Naturalist Charles Darwin changed the world through his theory of evolution. If your child is a dinosaur enthusiast or a fossil hunter – or simply curious about their own species – they need to know about his work and discoveries. Former primary school teacher Emma Shingleton of education resource experts PlanBee tells his story – she also has ten fun facts about the great man
A life of global exploration
Charles Darwin, who was born in Kent in 1809, studied the natural world over many years. He took part in expeditions to countries such as Brazil, Argentina, Chile, and the remote islands of the Galápagos, gathering information. On his famous 1831-36 voyage on HMS Beagle, he collected samples of plants, animals, rocks and fossils which he took home to England to study.

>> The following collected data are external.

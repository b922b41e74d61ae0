/**
 * The engine's refusals, word for word: an engineer reads these on the run page, so each names what is
 * wrong, where (the path in the model, the member, the node) and, where it helps, the fix. Each case
 * spoils one thing in a valid two-node beam and expects exactly one error, whole. (common practice)
 */
import { describe, expect, it } from "vitest";
import { analyze } from "@/lib/engine";
import { A, E, I } from "./helpers";

type Model = {
  nodes: { id: string; x: unknown; y: number; support?: Record<string, unknown> }[];
  members: Record<string, unknown>[];
  loadCases: { id: string; loads: unknown[] }[];
  combinations?: unknown[];
  envelopes?: unknown[];
};

function validBeam(): Model {
  return {
    nodes: [
      { id: "A", x: 0, y: 0, support: { ux: "fixed", uy: "fixed", rz: "fixed" } },
      { id: "B", x: 4, y: 0, support: { ux: "free", uy: "fixed", rz: "free" } },
    ],
    members: [{ id: "AB", start: "A", end: "B", E, A, I }],
    loadCases: [{ id: "D", loads: [] }],
  };
}

function errorsAfter(spoil: (model: Model) => void) {
  const model = validBeam();
  spoil(model);
  const out = analyze(model);
  if (out.ok) throw new Error("expected the analysis to refuse the model");
  return out.errors;
}

const CASES: [string, (m: Model) => void, unknown][] = [
  [
    "a number that is not finite",
    (m) => (m.nodes[1].x = Infinity),
    { kind: "non-finite", path: "nodes[1].x", message: "nodes[1].x is Infinity; every number must be finite" },
  ],
  [
    "two nodes with one id",
    (m) => m.nodes.push({ id: "A", x: 9, y: 0 }),
    { kind: "duplicate-id", entity: "node", id: "A", message: 'Two nodes share the id "A"' },
  ],
  [
    "a combination named like a load case",
    (m) => (m.combinations = [{ id: "D", factors: { D: 1 } }]),
    { kind: "duplicate-id", entity: "combination", id: "D", message: 'Combination "D" has the same id as a load case' },
  ],
  [
    "a negative modulus",
    (m) => (m.members[0].E = -1),
    {
      kind: "non-positive-property",
      path: "members[0].E",
      property: "E",
      value: -1,
      message: "members[0].E is -1; E must be greater than zero",
    },
  ],
  [
    "a member ending at a node that does not exist",
    (m) => (m.members[0].end = "Z"),
    { kind: "unknown-node", path: "members[0].end", node: "Z", message: 'Member AB refers to node "Z", which does not exist' },
  ],
  [
    "a member of zero length",
    (m) => (m.nodes[1].x = 0),
    { kind: "zero-length-member", member: "AB", message: "Member AB has zero length: nodes A and B coincide" },
  ],
  [
    "a frame member without I",
    (m) => delete m.members[0].I,
    { kind: "missing-property", member: "AB", property: "I", message: "Frame member AB needs I (second moment of area)" },
  ],
  [
    "a point load beyond the member's end",
    (m) => m.loadCases[0].loads.push({ kind: "point", member: "AB", direction: "global-y", value: -1, position: 5 }),
    {
      kind: "load-outside-member",
      path: "loadCases[0].loads[0].position",
      member: "AB",
      message: "loadCases[0].loads[0].position = 5 m lies outside member AB (length 4 m)",
    },
  ],
  [
    "a partial load whose start is past its end",
    (m) =>
      m.loadCases[0].loads.push({
        kind: "distributed",
        member: "AB",
        direction: "global-y",
        wStart: -1,
        wEnd: -1,
        from: 3,
        to: 1,
      }),
    { kind: "invalid-load", path: "loadCases[0].loads[0]", message: 'loadCases[0].loads[0]: "from" must be less than "to"' },
  ],
  [
    "a projected load in a local direction",
    (m) =>
      m.loadCases[0].loads.push({
        kind: "distributed",
        member: "AB",
        direction: "local-y",
        wStart: -1,
        wEnd: -1,
        projected: true,
      }),
    {
      kind: "invalid-load",
      path: "loadCases[0].loads[0].projected",
      message: "loadCases[0].loads[0]: projected intensities need a global direction",
    },
  ],
  [
    "a nodal load on a node that does not exist",
    (m) => m.loadCases[0].loads.push({ kind: "nodal", node: "Q", fy: 1 }),
    {
      kind: "unknown-node",
      path: "loadCases[0].loads[0].node",
      node: "Q",
      message: 'A load in case D acts on node "Q", which does not exist',
    },
  ],
  [
    "a member load on a member that does not exist",
    (m) => m.loadCases[0].loads.push({ kind: "point", member: "QQ", direction: "global-y", value: -1, position: 1 }),
    {
      kind: "unknown-member",
      path: "loadCases[0].loads[0].member",
      member: "QQ",
      message: 'A load in case D acts on member "QQ", which does not exist',
    },
  ],
  [
    "a settlement in a load case that does not exist",
    (m) => (m.nodes[1].support!.uy = { kind: "prescribed", value: -0.01, loadCase: "S" }),
    {
      kind: "unknown-load-case",
      path: "nodes[1].support.uy.loadCase",
      loadCase: "S",
      message: 'Node B settles in load case "S", which does not exist',
    },
  ],
  [
    "a combination of a load case that does not exist",
    (m) => (m.combinations = [{ id: "C1", factors: { X: 1.2 } }]),
    {
      kind: "unknown-load-case",
      path: "combinations[0].factors.X",
      loadCase: "X",
      message: 'Combination C1 uses load case "X", which does not exist',
    },
  ],
  [
    "a coordinate that is not a number",
    (m) => (m.nodes[0].x = "zero"),
    { kind: "invalid-model", path: "nodes[0].x", message: "nodes[0].x: Invalid input: expected number, received string" },
  ],
];

describe("refusals name what is wrong, where", () => {
  it.each(CASES)("%s", (_name, spoil, expected) => {
    expect(errorsAfter(spoil)).toEqual([expected]);
  });

  it("the valid beam itself is accepted", () => {
    expect(analyze(validBeam()).ok).toBe(true);
  });

  it("an envelope of a result that does not exist", () => {
    const errors = errorsAfter((m) => (m.envelopes = [{ id: "ENV", of: ["nope"] }]));
    expect(errors).toEqual([
      {
        kind: "unknown-result",
        path: "envelopes[0].of[0]",
        id: "nope",
        message: 'Envelope ENV includes "nope", which is neither a load case nor a combination',
      },
    ]);
  });

  it("a node nothing holds in rotation is named with the words an engineer uses", () => {
    // A truss member carries no moment, so a couple on its free end B has nothing to turn against.
    const errors = errorsAfter((m) => {
      m.members[0].kind = "truss";
      m.loadCases[0].loads.push({ kind: "nodal", node: "B", mz: 1 });
    });
    expect(errors).toEqual([
      { kind: "unstable", node: "B", direction: "rz", message: "Node B is free to rotate (mechanism or missing support)" },
    ]);
  });

  it("a part free to move is named by node and direction", () => {
    // B hangs between two collinear truss members: nothing holds it in y, though the supports hold the whole.
    const errors = errorsAfter((m) => {
      m.nodes[1] = { id: "B", x: 4, y: 0 };
      m.nodes.push({ id: "C", x: 8, y: 0, support: { uy: "fixed" } });
      m.members = [
        { id: "AB", start: "A", end: "B", kind: "truss", E, A },
        { id: "BC", start: "B", end: "C", kind: "truss", E, A },
      ];
    });
    expect(errors).toEqual([
      { kind: "unstable", node: "B", direction: "uy", message: "Node B is free to move in y (mechanism or missing support)" },
    ]);
  });

  it("a structure the supports let slide is said to slide, not pinned on one node", () => {
    const errors = errorsAfter((m) => {
      m.nodes[0].support = { uy: "fixed" };
      m.nodes[1].support = { uy: "fixed" };
    });
    expect(errors).toEqual([
      { kind: "rigid-body", motion: "slide-x", message: "The structure can slide in x as a whole: no support restrains x" },
    ]);
  });

  it("a structure whose reactions all pass through one point is said to turn about it", () => {
    // A pinned base and a free tip: the whole member swings about A.
    const errors = errorsAfter((m) => {
      m.nodes[0].support = { ux: "fixed", uy: "fixed", rz: "free" };
      m.nodes[1].support = { ux: "free", uy: "free", rz: "free" };
    });
    expect(errors).toEqual([
      {
        kind: "rigid-body",
        motion: "turn",
        about: { x: 0, y: 0 },
        node: "A",
        message:
          "The structure can turn as a whole about node A (x = 0 m, y = 0 m): every support reaction acts through that point and nothing holds the structure in rotation",
      },
    ]);
  });

  it("a key the model does not know is named with the keys it would accept", () => {
    const errors = errorsAfter((m) => m.loadCases[0].loads.push({ kind: "nodal", node: "B", Fy: -1 }));
    expect(errors).toEqual([
      {
        kind: "invalid-model",
        path: "loadCases[0].loads[0]",
        message: 'loadCases[0].loads[0]: unknown key "Fy"; the valid keys here are kind, node, fx, fy, mz',
      },
    ]);
  });
});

He began to question the origin of species and how they have changed over time. In 1859, Darwin published his book ‘On the Origin of Species’, which outlined his theory of evolution. Darwin challenged the idea that God made all animals and plants on Earth. Instead, he suggested that species change over time, adapting to their environment. His theory included the idea of ‘natural selection’ – sometimes known as ‘survival of the fittest’. This is where a variation of a species may change to suit its surroundings, adapting to make sure of its survival. Meanwhile, another variation of a species may not be able to adapt as well and so dies out.

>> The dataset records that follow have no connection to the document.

/** Element matrices against hand-derived ones, entries written out. */
import { describe, it, expect } from "vitest";
import { condense, frameLocalStiffness, toGlobalStiffness, THETA_J } from "@/lib/engine/elements";
import { fixedEndForces } from "@/lib/engine/loads";
import { expectClose } from "./helpers";

// E = 1000, A = 8, I = 16, L = 4: EA/L = 2000, 12EI/L³ = 3000, 6EI/L² = 6000, 4EI/L = 16000, 2EI/L = 8000.
const LOCAL = [
  [2000, 0, 0, -2000, 0, 0],
  [0, 3000, 6000, 0, -3000, 6000],
  [0, 6000, 16000, 0, -6000, 8000],
  [-2000, 0, 0, 2000, 0, 0],
  [0, -3000, -6000, 0, 3000, -6000],
  [0, 6000, 8000, 0, -6000, 16000],
];

function expectMatrix(actual: Float64Array, expected: number[][]) {
  const scale = Math.max(...expected.flat().map(Math.abs));
  expected.forEach((row, i) => row.forEach((v, j) => expectClose(actual[i * 6 + j], v, 1e-12, scale)));
}

describe("frame element", () => {
  it("local stiffness is the bar overlaid with the Euler–Bernoulli beam", () => {
    expectMatrix(frameLocalStiffness(1000, 8, 16, 4), LOCAL);
  });

  it("horizontal member: global equals local", () => {
    expectMatrix(toGlobalStiffness(frameLocalStiffness(1000, 8, 16, 4), 1, 0), LOCAL);
  });

  it("vertical member (c = 0, s = 1): X = −v, Y = u", () => {
    // Hand transformation: K_XX = k_vv, K_YY = k_uu, K_Xθ = −k_vθ, K_Yθ = k_uθ = 0.
    expectMatrix(toGlobalStiffness(frameLocalStiffness(1000, 8, 16, 4), 0, 1), [
      [3000, 0, -6000, -3000, 0, -6000],
      [0, 2000, 0, 0, -2000, 0],
      [-6000, 0, 16000, 6000, 0, 8000],
      [-3000, 0, 6000, 3000, 0, 6000],
      [0, -2000, 0, 0, 2000, 0],
      [-6000, 0, 8000, 6000, 0, 16000],
    ]);
  });

  it("inclined member at 30°: K = Tᵀ k T entry by entry, symmetric", () => {
    const c = Math.cos(Math.PI / 6);
    const s = Math.sin(Math.PI / 6);
    const K = toGlobalStiffness(frameLocalStiffness(1000, 8, 16, 4), c, s);
    // K_X1X1 = c²·EA/L + s²·12EI/L³; K_X1Y1 = cs(EA/L − 12EI/L³); K_X1θ1 = −s·6EI/L²; K_Y1θ1 = c·6EI/L²
    expectClose(K[0], c * c * 2000 + s * s * 3000);
    expectClose(K[1], c * s * (2000 - 3000));
    expectClose(K[2], -s * 6000);
    expectClose(K[6 + 2], c * 6000);
    for (let i = 0; i < 6; i++) for (let j = 0; j < 6; j++) expectClose(K[i * 6 + j], K[j * 6 + i], 1e-12, 16000);
  });

  it("moment release at the end condenses to the propped-cantilever stiffness", () => {
    // Released θ_j: on (v_i, θ_i, v_j) the beam part is 3EI/L³·[1, L, −1; L, L², −L; −1, −L, 1]:
    // 3EI/L³ = 750, 3EI/L² = 3000, 3EI/L = 12000. The axial part is unchanged.
    const { k } = condense(frameLocalStiffness(1000, 8, 16, 4), null, [THETA_J]);
    expectMatrix(k, [
      [2000, 0, 0, -2000, 0, 0],
      [0, 750, 3000, 0, -750, 0],
      [0, 3000, 12000, 0, -3000, 0],
      [-2000, 0, 0, 2000, 0, 0],
      [0, -750, -3000, 0, 750, 0],
      [0, 0, 0, 0, 0, 0],
    ]);
  });

  it("fixed-end forces of a uniform load, and condensed for a released end", () => {
    const L = 4;
    const w = -10; // downward along local y
    const fef = fixedEndForces({ distributed: [{ axis: 1, a: 0, b: L, wa: w, wb: w }], concentrated: [] }, L);
    // Clamped–clamped: reactions wL/2 up, moments wL²/12 (counter-clockwise at i, clockwise at j).
    [0, 20, 40 / 3, 0, 20, -40 / 3].forEach((v, i) => expectClose(fef[i], v, 1e-12, 20));
    // Released at j (propped cantilever): 5wL/8 and wL²/8 at the fixed end, 3wL/8 at the pin.
    const released = condense(frameLocalStiffness(1000, 8, 16, L), fef, [THETA_J]).fef!;
    [0, 25, 20, 0, 15, 0].forEach((v, i) => expectClose(released[i], v, 1e-12, 20));
    expect(released.length).toBe(6);
  });
});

For years, Darwin suffered from eczema, headaches, sickness and boils. Some suggested he was infected by parasites picked up on his travels around the world. Others now believe Darwin may have had Crohn’s disease.
On 19th April 1882, Darwin suffered heart failure at his home, Down House. On his deathbed, he said to his wife, Emma:
“I am not the least afraid of death. Remember what a good wife you have been to me. Tell all my children to remember how good they have been to me.”
He was buried in Westminster Abbey.
Fun facts about Darwin
1. Darwin dropped out of medical school because he couldn’t stand the sight of blood.
2. In 1839 he married his cousin, Emma Wedgwood. Although this is something that seems strange nowadays, in the 19th century it was widely accepted.
3. Darwin waited 20 years to publish his theory of evolution – he worried that the public were not yet ready for his radical ideas.
4. He not only studied animals from around the world… he also ate them!
5. In 2000, Charles Darwin was commemorated by putting his portrait on the back of a £10 note.
6. He shared the day of his birth, 12th February 1809, with famous US president Abraham Lincoln.
7. Darwin wrote a ‘pros and cons’ list on whether or not to marry.
8. He loved hiking
9. Darwin played two games of backgammon with his wife every evening.
10. The full name of his most famous book is ‘On the Origin of Species by Means of Natural Selection, or the Preservation of Favoured Races in the Struggle for Life’. No wonder it was shortened to ‘On the Origin of Species’!